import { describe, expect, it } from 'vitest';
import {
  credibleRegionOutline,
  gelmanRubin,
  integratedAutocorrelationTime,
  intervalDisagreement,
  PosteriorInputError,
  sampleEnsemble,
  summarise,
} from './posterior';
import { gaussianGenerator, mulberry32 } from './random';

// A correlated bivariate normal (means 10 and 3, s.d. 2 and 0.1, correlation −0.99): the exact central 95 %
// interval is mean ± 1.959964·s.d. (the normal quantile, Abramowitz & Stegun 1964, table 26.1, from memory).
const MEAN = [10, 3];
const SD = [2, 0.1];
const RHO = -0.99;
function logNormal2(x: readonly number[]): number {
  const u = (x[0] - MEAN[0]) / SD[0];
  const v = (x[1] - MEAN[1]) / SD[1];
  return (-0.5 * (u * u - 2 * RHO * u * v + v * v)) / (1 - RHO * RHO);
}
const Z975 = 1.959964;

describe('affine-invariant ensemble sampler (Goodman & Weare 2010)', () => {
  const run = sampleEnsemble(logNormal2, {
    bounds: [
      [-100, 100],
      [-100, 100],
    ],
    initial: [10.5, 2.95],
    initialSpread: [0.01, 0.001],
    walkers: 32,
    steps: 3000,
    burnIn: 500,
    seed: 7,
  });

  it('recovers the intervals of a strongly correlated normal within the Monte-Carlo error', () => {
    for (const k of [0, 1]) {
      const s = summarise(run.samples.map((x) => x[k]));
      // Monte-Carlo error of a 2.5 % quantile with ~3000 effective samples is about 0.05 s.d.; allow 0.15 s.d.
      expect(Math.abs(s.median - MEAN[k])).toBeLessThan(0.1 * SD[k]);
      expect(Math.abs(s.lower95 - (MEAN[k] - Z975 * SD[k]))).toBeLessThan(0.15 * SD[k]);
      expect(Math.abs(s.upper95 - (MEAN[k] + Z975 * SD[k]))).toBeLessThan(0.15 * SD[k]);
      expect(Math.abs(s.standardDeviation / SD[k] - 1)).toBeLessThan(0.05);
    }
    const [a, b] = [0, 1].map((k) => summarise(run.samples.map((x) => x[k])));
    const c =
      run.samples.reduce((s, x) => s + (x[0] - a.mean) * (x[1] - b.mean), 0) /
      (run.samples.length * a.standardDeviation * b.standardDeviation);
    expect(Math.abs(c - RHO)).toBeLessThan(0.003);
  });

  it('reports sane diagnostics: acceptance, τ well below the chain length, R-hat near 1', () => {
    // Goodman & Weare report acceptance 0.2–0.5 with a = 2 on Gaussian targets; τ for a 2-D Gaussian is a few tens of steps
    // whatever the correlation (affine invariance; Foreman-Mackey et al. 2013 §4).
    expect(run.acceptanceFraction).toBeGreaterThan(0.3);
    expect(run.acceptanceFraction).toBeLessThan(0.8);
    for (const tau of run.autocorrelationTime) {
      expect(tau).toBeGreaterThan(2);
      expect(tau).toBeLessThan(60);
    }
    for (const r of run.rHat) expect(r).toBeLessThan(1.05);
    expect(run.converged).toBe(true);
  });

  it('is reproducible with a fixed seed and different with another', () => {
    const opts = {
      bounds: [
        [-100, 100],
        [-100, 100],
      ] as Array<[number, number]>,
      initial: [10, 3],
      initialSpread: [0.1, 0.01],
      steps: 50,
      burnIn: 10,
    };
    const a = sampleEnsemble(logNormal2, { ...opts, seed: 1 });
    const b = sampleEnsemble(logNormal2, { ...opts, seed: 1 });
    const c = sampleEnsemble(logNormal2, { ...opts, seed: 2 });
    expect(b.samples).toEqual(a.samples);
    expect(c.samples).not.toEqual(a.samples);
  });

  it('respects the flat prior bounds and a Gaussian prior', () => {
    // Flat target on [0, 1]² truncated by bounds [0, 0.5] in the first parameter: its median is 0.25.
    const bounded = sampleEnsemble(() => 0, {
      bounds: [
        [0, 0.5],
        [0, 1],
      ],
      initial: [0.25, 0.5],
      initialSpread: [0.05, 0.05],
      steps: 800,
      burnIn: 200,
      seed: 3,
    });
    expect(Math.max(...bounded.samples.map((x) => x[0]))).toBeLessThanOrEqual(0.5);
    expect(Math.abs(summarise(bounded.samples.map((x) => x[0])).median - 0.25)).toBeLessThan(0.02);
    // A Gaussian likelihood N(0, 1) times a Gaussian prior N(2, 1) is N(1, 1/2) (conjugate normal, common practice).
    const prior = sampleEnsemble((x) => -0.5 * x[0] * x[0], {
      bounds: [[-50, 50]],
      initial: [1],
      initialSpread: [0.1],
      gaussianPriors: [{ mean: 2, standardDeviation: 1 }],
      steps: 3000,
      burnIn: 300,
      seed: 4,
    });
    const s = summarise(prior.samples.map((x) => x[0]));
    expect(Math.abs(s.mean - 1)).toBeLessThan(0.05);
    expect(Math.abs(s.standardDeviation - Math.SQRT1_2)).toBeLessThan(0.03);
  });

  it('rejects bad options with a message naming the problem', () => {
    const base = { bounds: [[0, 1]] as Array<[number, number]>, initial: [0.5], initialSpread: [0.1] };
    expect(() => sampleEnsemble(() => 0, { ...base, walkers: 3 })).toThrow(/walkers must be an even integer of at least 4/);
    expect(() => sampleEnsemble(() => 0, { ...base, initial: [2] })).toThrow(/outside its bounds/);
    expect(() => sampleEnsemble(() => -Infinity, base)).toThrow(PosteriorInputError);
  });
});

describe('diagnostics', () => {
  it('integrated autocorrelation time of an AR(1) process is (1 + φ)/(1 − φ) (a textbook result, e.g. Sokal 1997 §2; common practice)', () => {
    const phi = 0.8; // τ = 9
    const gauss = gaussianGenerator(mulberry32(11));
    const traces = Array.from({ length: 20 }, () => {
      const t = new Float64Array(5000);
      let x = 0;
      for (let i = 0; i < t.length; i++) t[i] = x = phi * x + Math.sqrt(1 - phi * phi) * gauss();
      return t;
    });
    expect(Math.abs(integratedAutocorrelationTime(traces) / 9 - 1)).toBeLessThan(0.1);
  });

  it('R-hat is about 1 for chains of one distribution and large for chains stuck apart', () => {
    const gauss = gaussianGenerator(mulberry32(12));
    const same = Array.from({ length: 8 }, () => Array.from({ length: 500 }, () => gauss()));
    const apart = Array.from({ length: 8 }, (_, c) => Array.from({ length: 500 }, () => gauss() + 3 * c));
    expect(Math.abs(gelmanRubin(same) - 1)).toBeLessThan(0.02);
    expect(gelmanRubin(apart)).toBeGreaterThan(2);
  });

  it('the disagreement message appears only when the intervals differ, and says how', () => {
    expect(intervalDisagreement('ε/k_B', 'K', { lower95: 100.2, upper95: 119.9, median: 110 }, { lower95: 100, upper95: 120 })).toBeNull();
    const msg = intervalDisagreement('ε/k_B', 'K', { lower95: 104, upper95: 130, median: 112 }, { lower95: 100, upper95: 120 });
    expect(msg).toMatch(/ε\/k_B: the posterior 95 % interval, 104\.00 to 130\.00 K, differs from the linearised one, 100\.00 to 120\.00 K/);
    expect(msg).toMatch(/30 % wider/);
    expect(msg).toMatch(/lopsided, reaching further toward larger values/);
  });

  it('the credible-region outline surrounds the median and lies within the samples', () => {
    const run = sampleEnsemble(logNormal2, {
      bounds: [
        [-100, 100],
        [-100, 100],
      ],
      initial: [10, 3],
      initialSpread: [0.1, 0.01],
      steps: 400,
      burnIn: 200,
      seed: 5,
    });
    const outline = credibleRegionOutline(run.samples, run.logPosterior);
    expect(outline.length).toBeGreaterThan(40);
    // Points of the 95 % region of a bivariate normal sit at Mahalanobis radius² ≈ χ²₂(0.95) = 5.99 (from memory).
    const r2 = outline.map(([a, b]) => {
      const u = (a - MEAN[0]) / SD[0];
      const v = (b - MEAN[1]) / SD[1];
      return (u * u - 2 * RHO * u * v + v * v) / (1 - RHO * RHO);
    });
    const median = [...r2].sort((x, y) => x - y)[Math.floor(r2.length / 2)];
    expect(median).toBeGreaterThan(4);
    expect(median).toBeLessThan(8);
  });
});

==

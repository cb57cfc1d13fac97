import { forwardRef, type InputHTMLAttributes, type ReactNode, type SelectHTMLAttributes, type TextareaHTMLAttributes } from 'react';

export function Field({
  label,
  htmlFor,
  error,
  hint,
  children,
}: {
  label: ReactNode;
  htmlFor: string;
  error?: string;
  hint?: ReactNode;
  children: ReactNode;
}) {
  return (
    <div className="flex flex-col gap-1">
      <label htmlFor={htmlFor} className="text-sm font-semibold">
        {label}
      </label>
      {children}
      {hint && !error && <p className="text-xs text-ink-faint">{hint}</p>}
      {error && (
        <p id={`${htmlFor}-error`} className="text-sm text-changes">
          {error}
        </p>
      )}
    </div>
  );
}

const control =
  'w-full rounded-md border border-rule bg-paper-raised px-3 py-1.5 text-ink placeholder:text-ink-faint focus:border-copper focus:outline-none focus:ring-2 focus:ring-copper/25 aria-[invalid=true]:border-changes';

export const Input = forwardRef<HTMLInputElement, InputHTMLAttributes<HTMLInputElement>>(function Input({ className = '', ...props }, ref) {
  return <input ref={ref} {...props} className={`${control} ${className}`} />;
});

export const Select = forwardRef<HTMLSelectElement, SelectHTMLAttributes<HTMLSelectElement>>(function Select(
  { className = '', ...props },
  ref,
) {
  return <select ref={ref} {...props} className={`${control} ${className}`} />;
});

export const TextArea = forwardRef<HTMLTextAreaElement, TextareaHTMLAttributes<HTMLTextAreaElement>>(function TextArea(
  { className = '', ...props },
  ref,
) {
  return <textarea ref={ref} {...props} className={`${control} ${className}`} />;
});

*Task directions:*
Look for the word "credibleRegionOutline" in every line of the listing and copy the lines that have it.

*Answer to this problem:*
  credibleRegionOutline,
    const outline = credibleRegionOutline(run.samples, run.logPosterior);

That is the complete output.